Wobbling geometry in simple triaxial rotor

TL;DR

This paper investigates the wobbling motion in a simple triaxial rotor, comparing exact solutions with approximate formulas, and studies the evolution of angular momentum geometry and wobbling modes up to high spin states.

Contribution

It provides a detailed analysis of wobbling motion in triaxial rotors, including exact solutions and their comparison with analytic approximations, and introduces an evolutionary track of wobbling behavior.

Findings

Low-lying wobbling bands are well described by analytic formulas.

Wobbling motion shifts from the axis with the largest to the smallest moment of inertia as phonon number increases.

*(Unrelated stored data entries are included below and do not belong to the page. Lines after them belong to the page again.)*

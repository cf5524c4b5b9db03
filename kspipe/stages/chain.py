"""The chain of one pixel: from the stored counts to surface densities, factor by factor."""

from __future__ import annotations

import math
from pathlib import Path
from typing import Any

import numpy as np
from astropy.coordinates import SkyCoord
from astropy.table import Table
from astropy.wcs.utils import skycoord_to_pixel

from kspipe.conversions import Choices, Parameters, convert
from kspipe.conversions.chain import chains_of
from kspipe.core.errors import Fault, InputError
from kspipe.kernels.geometry import beam_axes
from kspipe.maps.product import read_matched
from kspipe.maps.read import load_map
from kspipe.recipe.quantity import Position, parse_centre
from kspipe.stages.compare import reduced_plan
from kspipe.stages.folder import ProductFolder
from kspipe.stages.place import Place
from kspipe.stages.plan import InMemory, Plan, choices_of
from kspipe.stages.surface import fields_of, parameters_of, used_maps

__all__ = ["chain_cells", "pixel_chain"]


def pixel_chain(out: Path, position: str, *, memory: InMemory | None = None) -> Table:
    """Follow one position on the sky from its stored values to Msun/pc2.

    Parameters
    ----------
    out : Path
        Folder of a reduction.
    position : str
        ``03h12m24.0s -27d18m36s`` or ``48.100 -27.310 deg``, ICRS.
    memory : mapping, optional
        As given to the reduction.

    Returns
    -------
    astropy.table.Table
        Rows of product, map, step, factor, value behind the step, and its unit. The chains of a
        product add up to its last row, which is the number in DIR/maps.

    Raises
    ------
    InputError
        If the position cannot be read or lies outside the grid.
    OutputError
        If the folder holds no reduction, or one made from other inputs.
    """
    try:
        sky = parse_centre(position)
    except ValueError as error:
        raise InputError(Fault("position", str(error))) from None
    plan = reduced_plan(ProductFolder.open(out), memory)
    row, column = _pixel(plan, sky)
    matched = {name: read_matched(out / "matched" / f"{name}.fits") for name in plan.sources}
    place = Place.of(plan.recipe, plan.grid)
    fields = fields_of(plan.recipe, place)
    at = (row, column)
    parameters = parameters_of(plan.recipe, {})
    for name, field in fields.items():
        value = np.broadcast_to(field.value, plan.grid.shape)[at]
        parameters = parameters.changed(name, np.asarray(value))
    used = used_maps(plan.recipe, matched)
    intensity = {tracer: np.asarray(image.value[at]) for tracer, image in used.items()}
    rows = _rows(plan, matched, at, intensity, choices_of(plan.recipe), parameters, sky)
    meta = {
        "position": position,
        "pixel": f"x = {column}, y = {row}, zero-based",
        "radius_kpc": float(place.radius_kpc[at]),
        "oh": float(np.broadcast_to(fields["oh"].value, plan.grid.shape)[at]),
    }
    names = ("product", "map", "step", "factor", "value", "unit")
    return Table(rows=rows, names=names, meta=meta)


def _pixel(plan: Plan, sky: Position) -> tuple[int, int]:
    x, y = skycoord_to_pixel(SkyCoord(*sky.degrees, unit="deg"), plan.grid.wcs, origin=0)
    ny, nx = plan.grid.shape
    inside = math.isfinite(x) and math.isfinite(y) and -0.5 <= x < nx - 0.5 and -0.5 <= y < ny - 0.5
    if not inside:
        raise InputError(
            Fault("position", f"{sky} is not on the grid ({nx} x {ny} pixels around the galaxy)")
        )
    return round(float(y)), round(float(x))


def _rows(
    plan: Plan,
    matched: dict[str, Any],
    at: tuple[int, int],
    intensity: dict[str, Any],
    choices: Choices,
    parameters: Parameters,
    sky: Position,
) -> list[tuple[str, str, str, float, float, str]]:
    converted = convert(intensity, choices, parameters)
    names = {image.tracer: name for name, image in matched.items()}
    rows: list[tuple[str, str, str, float, float, str]] = []
    stored: dict[str, list[tuple[str, float, float, str]]] = {}
    chains = chains_of(intensity, choices, parameters, converted)
    for product in converted.values:
        mine = [chain for chain in chains if chain.product == product]
        for chain in mine:
            name = names[chain.tracer]
            if name not in stored:
                stored[name] = _to_matched(plan, name, matched[name], at, sky)
            rows += [(product, name, *entry) for entry in stored[name]]
            value = float(intensity[chain.tracer])
            before = stored[name][-1][2]
            if value != before and not math.isnan(value):
                change, unit = value / before if before else math.nan, stored[name][-1][3]
                rows.append((product, name, "diffuse emission taken off", change, value, unit))
            for link in chain.links:
                value = link.of(value)
                step = f"to the power of ({link.name})" if link.is_power else link.name
                rows.append((product, name, step, link.factor, value, link.unit))
        unit = "Msun/yr/kpc2" if product == "sigma_sfr" else "Msun/pc2"
        if product == "sigma_gas":
            what = " + ".join(n for n in ("sigma_atom", "sigma_mol") if n in converted.values)
        else:
            what = " + ".join(names[chain.tracer] for chain in mine)
        rows.append((product, "", f"= {what}", math.nan, float(converted.values[product]), unit))
    return rows


def _to_matched(
    plan: Plan, name: str, matched: Any, at: tuple[int, int], sky: Position
) -> list[tuple[str, float, float, str]]:
    """From the stored number of the nearest pixel to the matched intensity."""
    source = plan.sources[name]
    own = load_map(source)
    x, y = skycoord_to_pixel(SkyCoord(*sky.degrees, unit="deg"), source.wcs, origin=0)
    pixel = (round(float(y)), round(float(x)))
    stored, intensity = float(source.image.read()[pixel]), float(own.value[pixel])
    unit, text = own.unit, source.unit.text
    beam = beam_axes(plan.target_arcsec2)[0]
    value = float(matched.value[at])
    to_unit = intensity / stored if stored and not source.door.is_magnitude else math.nan
    what = "from magnitudes" if source.door.is_magnitude else f"{text} to {unit}"
    return [
        (f"stored, pixel x = {pixel[1]}, y = {pixel[0]}", math.nan, stored, text),
        (what, to_unit, intensity, unit),
        (
            f"smoothed to {beam:.4g} arcsec, on the grid",
            value / intensity if intensity else math.nan,
            value,
            unit,
        ),
    ]


def chain_cells(table: Table) -> list[tuple[str, ...]]:
    """Write the table as rows of text."""
    cells: list[tuple[str, ...]] = []
    for row in table:
        factor = "" if math.isnan(row["factor"]) else f"x {row['factor']:.6g}"
        if row["step"].startswith("to the power"):
            factor = f"^ {row['factor']:g}"
        cells.append(
            (
                str(row["product"]),
                str(row["map"]),
                str(row["step"]),
                factor,
                f"{row['value']:.6g}",
                str(row["unit"]),
            )
        )
    return cells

A specific evolutionary track for triaxial rotating nuclei motion is proposed.

Abstract

The spectroscopy properties and angular momentum geometry for the wobbling motion of a simple triaxial rotor are investigated within the triaxial rotor model up to spin $I=40\hbar$. The obtained exact solutions of energy spectra and reduced quadrupole transition probabilities are compared to the approximate analytic solutions by harmonic approximation formula and Holstein-Primakoff formula. It is found that the low lying wobbling bands can be well described by the analytic formulas. The evolution of the angular momentum geometry as well as the $K$-distribution with respect to the rotation and the wobbling phonon excitation are studied in detail. It is demonstrated that with the increasing of wobbling phonon number, the triaxial rotor changes its wobbling motions along the axis with the largest moment of inertia to the axis with the smallest moment of inertia. In this process, a specific evolutionary track that can be used to depict the motion of a triaxial rotating nuclei is proposed.